Each of the lines below must be restated exactly.
Segment Open
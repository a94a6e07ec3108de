// The computation endpoints answer what the engines compute, and bad input with 400 + field.
import { beforeAll, describe, expect, it } from "vitest";
import * as rating from "@/app/api/v1/absorbers/rating/route";
import * as spectrum from "@/app/api/v1/absorbers/spectrum/route";
import * as predict from "@/app/api/v1/reverb/predict/route";
import * as target from "@/app/api/v1/reverb/target/route";
import { absorptionSpectrum, rateAbsorber } from "@/lib/porous";
import { actAs, callRoute } from "../support/act-as";

const panel = [{ kind: "porous", thicknessM: 0.05, flowResistivity: 15000, model: "delany-bazley" }] as const;
const room = {
  volumeM3: 5.8 * 4.1 * 2.5,
  surfaces: [
    { areaM2: 2 * 5.8 * 2.5 + 2 * 4.1 * 2.5, finish: "painted-drywall-on-studs" },
    { areaM2: 5.8 * 4.1, finish: "carpet-on-pad" },
    { areaM2: 5.8 * 4.1, finish: "painted-drywall-on-studs" },
  ],
};

beforeAll(() => actAs("engineer"));

describe("POST /absorbers/spectrum", () => {
  it("returns exactly absorptionSpectrum's points", async () => {
    const res = await callRoute(spectrum.POST, { body: { layers: panel, frequenciesHz: [125, 500, 2000], incidence: "random" } });
    expect(res.status).toBe(200);
    expect(res.json.points).toEqual(JSON.parse(JSON.stringify(absorptionSpectrum([...panel], { frequenciesHz: [125, 500, 2000], incidence: "random" }))));
  });

  it("answers a negative thickness with 400 naming the field", async () => {
    const res = await callRoute(spectrum.POST, { body: { layers: [{ ...panel[0], thicknessM: -0.05 }], frequenciesHz: [500] } });
    expect(res.status).toBe(400);
    expect(Object.keys(res.json.error.fields)).toContain("layers.0.thicknessM");
  });

  it("answers a resistive sheet on the wall with 400", async () => {
    const res = await callRoute(spectrum.POST, { body: { layers: [{ kind: "resistive-sheet", flowResistance: 500 }], frequenciesHz: [500] } });
    expect(res.status).toBe(400);
  });

  it("refuses anonymous callers with 401", async () => {
    await actAs("anonymous");
    const res = await callRoute(spectrum.POST, { body: { layers: panel, frequenciesHz: [500] } });
    expect(res.status).toBe(401);
    await actAs("engineer");
  });
});

describe("POST /absorbers/rating", () => {
  it("rates a layer stack as rateAbsorber does", async () => {
    const res = await callRoute(rating.POST, { body: { layers: panel } });
    expect(res.status).toBe(200);
    expect(res.json.rating).toEqual(JSON.parse(JSON.stringify(rateAbsorber({ layers: [...panel] }))));
  });
  it("answers 14 one-third-octave values with 400", async () => {
    const res = await callRoute(rating.POST, { body: { thirdOctaveAlpha: new Array(14).fill(0.5) } });
    expect(res.status).toBe(400);
  });
});

describe("POST /reverb/predict and /reverb/target", () => {
  it("predicts a positive RT per octave band", async () => {
    const res = await callRoute(predict.POST, { body: room });
    expect(res.status).toBe(200);
    expect(res.json.prediction.bands.length).toBeGreaterThan(0);
  });
  it("compares with the listening-room target", async () => {
    const res = await callRoute(target.POST, { body: { ...room, target: { kind: "listening-room" } } });
    expect(res.status, JSON.stringify(res.json)).toBe(200);
    expect(res.json.comparison.length).toBe(res.json.prediction.bands.length);
  });
  it("answers a volume of zero with 400 on volumeM3", async () => {
    const res = await callRoute(predict.POST, { body: { ...room, volumeM3: 0 } });
    expect(res.status).toBe(400);
    expect(res.json.error.fields.volumeM3).toBeDefined();
  });
});

import * as modes from "@/app/api/v1/modes/route";
import * as modesResponse from "@/app/api/v1/modes/response/route";
import * as flatness from "@/app/api/v1/modes/flatness-map/route";
import { flatnessMap, modalResponse, roomModes } from "@/lib/modes";

const rect = { lengthM: 5.8, widthM: 4.1, heightM: 2.5 };

describe("POST /modes, /modes/response, /modes/flatness-map", () => {
  it("lists the modes roomModes lists, with the table when RT60 is given", async () => {
    const res = await callRoute(modes.POST, { body: { room: rect, maxFrequencyHz: 120, rt60Seconds: 0.4 } });
    expect(res.status).toBe(200);
    expect(res.json.modes).toEqual(roomModes(rect, { maxFrequencyHz: 120 }));
    expect(res.json.schroederFrequencyHz).toBeCloseTo(2000 * Math.sqrt(0.4 / (5.8 * 4.1 * 2.5)), 9);
    expect(res.json.table).toBeDefined();
  });

  it("answers the modal response modalResponse computes", async () => {
    const body = { room: rect, source: [0.3, 0.3, 0.3], receiver: [3.5, 2.05, 1.1], frequenciesHz: [30, 45, 60], rt60Seconds: 0.4, maxModeFrequencyHz: 300 };
    const res = await callRoute(modesResponse.POST, { body });
    expect(res.status).toBe(200);
    const { room, ...options } = body;
    expect(res.json.levelsDb).toEqual(modalResponse(room, options as Parameters<typeof modalResponse>[1]));
  });

  it("answers a receiver outside the room with 400 naming receiver.0", async () => {
    const res = await callRoute(modesResponse.POST, { body: { room: rect, source: [0.3, 0.3, 0.3], receiver: [9, 1, 1], frequenciesHz: [40], rt60Seconds: 0.4, maxModeFrequencyHz: 200 } });
    expect(res.status).toBe(400);
    expect(Object.keys(res.json.error.fields)).toContain("receiver.0");
  });

  it("returns the flatness map as numbers in the contract's index order", async () => {
    const body = { room: rect, source: [0.2, 0.2, 0.2], heightM: 1.1, gridX: 6, gridY: 4, frequenciesHz: [20, 30, 40, 50, 60, 80, 100], rt60Seconds: 0.4, maxModeFrequencyHz: 200 };
    const res = await callRoute(flatness.POST, { body });
    expect(res.status).toBe(200);
    const { room, ...options } = body;
    const direct = flatnessMap(room, options as Parameters<typeof flatnessMap>[1]);
    expect(res.json.stdDevDb).toEqual(Array.from(direct.stdDevDb));
    expect(res.json.stdDevDb).toHaveLength(24);
  });

  it("refuses a 1000 × 1000 grid with 400 on gridX", async () => {
    const res = await callRoute(flatness.POST, { body: { room: rect, source: [0.2, 0.2, 0.2], heightM: 1.1, gridX: 1000, gridY: 1000, frequenciesHz: [40], rt60Seconds: 0.4, maxModeFrequencyHz: 200 } });
    expect(res.status).toBe(400);
    expect(res.json.error.fields.gridX).toBeDefined();
  });
});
Segment Closed
**Answer space:**
repository a94a6e07ec3108de
// The computation endpoints answer what the engines compute, and bad input with 400 + field.
import { beforeAll, describe, expect, it } from "vitest";
import * as rating from "@/app/api/v1/absorbers/rating/route";
import * as spectrum from "@/app/api/v1/absorbers/spectrum/route";
import * as predict from "@/app/api/v1/reverb/predict/route";
import * as target from "@/app/api/v1/reverb/target/route";
import { absorptionSpectrum, rateAbsorber } from "@/lib/porous";
import { actAs, callRoute } from "../support/act-as";

const panel = [{ kind: "porous", thicknessM: 0.05, flowResistivity: 15000, model: "delany-bazley" }] as const;
const room = {
  volumeM3: 5.8 * 4.1 * 2.5,
  surfaces: [
    { areaM2: 2 * 5.8 * 2.5 + 2 * 4.1 * 2.5, finish: "painted-drywall-on-studs" },
    { areaM2: 5.8 * 4.1, finish: "carpet-on-pad" },
    { areaM2: 5.8 * 4.1, finish: "painted-drywall-on-studs" },
  ],
};

beforeAll(() => actAs("engineer"));

describe("POST /absorbers/spectrum", () => {
  it("returns exactly absorptionSpectrum's points", async () => {
    const res = await callRoute(spectrum.POST, { body: { layers: panel, frequenciesHz: [125, 500, 2000], incidence: "random" } });
    expect(res.status).toBe(200);
    expect(res.json.points).toEqual(JSON.parse(JSON.stringify(absorptionSpectrum([...panel], { frequenciesHz: [125, 500, 2000], incidence: "random" }))));
  });

  it("answers a negative thickness with 400 naming the field", async () => {
    const res = await callRoute(spectrum.POST, { body: { layers: [{ ...panel[0], thicknessM: -0.05 }], frequenciesHz: [500] } });
    expect(res.status).toBe(400);
    expect(Object.keys(res.json.error.fields)).toContain("layers.0.thicknessM");
  });

  it("answers a resistive sheet on the wall with 400", async () => {
    const res = await callRoute(spectrum.POST, { body: { layers: [{ kind: "resistive-sheet", flowResistance: 500 }], frequenciesHz: [500] } });
    expect(res.status).toBe(400);
  });

  it("refuses anonymous callers with 401", async () => {
    await actAs("anonymous");
    const res = await callRoute(spectrum.POST, { body: { layers: panel, frequenciesHz: [500] } });
    expect(res.status).toBe(401);
    await actAs("engineer");
  });
});

describe("POST /absorbers/rating", () => {
  it("rates a layer stack as rateAbsorber does", async () => {
    const res = await callRoute(rating.POST, { body: { layers: panel } });
    expect(res.status).toBe(200);
    expect(res.json.rating).toEqual(JSON.parse(JSON.stringify(rateAbsorber({ layers: [...panel] }))));
  });
  it("answers 14 one-third-octave values with 400", async () => {
    const res = await callRoute(rating.POST, { body: { thirdOctaveAlpha: new Array(14).fill(0.5) } });
    expect(res.status).toBe(400);
  });
});

describe("POST /reverb/predict and /reverb/target", () => {
  it("predicts a positive RT per octave band", async () => {
    const res = await callRoute(predict.POST, { body: room });
    expect(res.status).toBe(200);
    expect(res.json.prediction.bands.length).toBeGreaterThan(0);
  });
  it("compares with the listening-room target", async () => {
    const res = await callRoute(target.POST, { body: { ...room, target: { kind: "listening-room" } } });
    expect(res.status, JSON.stringify(res.json)).toBe(200);
    expect(res.json.comparison.length).toBe(res.json.prediction.bands.length);
  });
  it("answers a volume of zero with 400 on volumeM3", async () => {
    const res = await callRoute(predict.POST, { body: { ...room, volumeM3: 0 } });
    expect(res.status).toBe(400);
    expect(res.json.error.fields.volumeM3).toBeDefined();
  });
});

import * as modes from "@/app/api/v1/modes/route";
import * as modesResponse from "@/app/api/v1/modes/response/route";
import * as flatness from "@/app/api/v1/modes/flatness-map/route";
import { flatnessMap, modalResponse, roomModes } from "@/lib/modes";

const rect = { lengthM: 5.8, widthM: 4.1, heightM: 2.5 };

describe("POST /modes, /modes/response, /modes/flatness-map", () => {
  it("lists the modes roomModes lists, with the table when RT60 is given", async () => {
    const res = await callRoute(modes.POST, { body: { room: rect, maxFrequencyHz: 120, rt60Seconds: 0.4 } });
    expect(res.status).toBe(200);
    expect(res.json.modes).toEqual(roomModes(rect, { maxFrequencyHz: 120 }));
    expect(res.json.schroederFrequencyHz).toBeCloseTo(2000 * Math.sqrt(0.4 / (5.8 * 4.1 * 2.5)), 9);
    expect(res.json.table).toBeDefined();
  });

  it("answers the modal response modalResponse computes", async () => {
    const body = { room: rect, source: [0.3, 0.3, 0.3], receiver: [3.5, 2.05, 1.1], frequenciesHz: [30, 45, 60], rt60Seconds: 0.4, maxModeFrequencyHz: 300 };
    const res = await callRoute(modesResponse.POST, { body });
    expect(res.status).toBe(200);
    const { room, ...options } = body;
    expect(res.json.levelsDb).toEqual(modalResponse(room, options as Parameters<typeof modalResponse>[1]));
  });

  it("answers a receiver outside the room with 400 naming receiver.0", async () => {
    const res = await callRoute(modesResponse.POST, { body: { room: rect, source: [0.3, 0.3, 0.3], receiver: [9, 1, 1], frequenciesHz: [40], rt60Seconds: 0.4, maxModeFrequencyHz: 200 } });
    expect(res.status).toBe(400);
    expect(Object.keys(res.json.error.fields)).toContain("receiver.0");
  });

  it("returns the flatness map as numbers in the contract's index order", async () => {
    const body = { room: rect, source: [0.2, 0.2, 0.2], heightM: 1.1, gridX: 6, gridY: 4, frequenciesHz: [20, 30, 40, 50, 60, 80, 100], rt60Seconds: 0.4, maxModeFrequencyHz: 200 };
    const res = await callRoute(flatness.POST, { body });
    expect(res.status).toBe(200);
    const { room, ...options } = body;
    const direct = flatnessMap(room, options as Parameters<typeof flatnessMap>[1]);
    expect(res.json.stdDevDb).toEqual(Array.from(direct.stdDevDb));
    expect(res.json.stdDevDb).toHaveLength(24);
  });

  it("refuses a 1000 × 1000 grid with 400 on gridX", async () => {
    const res = await callRoute(flatness.POST, { body: { room: rect, source: [0.2, 0.2, 0.2], heightM: 1.1, gridX: 1000, gridY: 1000, frequenciesHz: [40], rt60Seconds: 0.4, maxModeFrequencyHz: 200 } });
    expect(res.status).toBe(400);
    expect(res.json.error.fields.gridX).toBeDefined();
  });
});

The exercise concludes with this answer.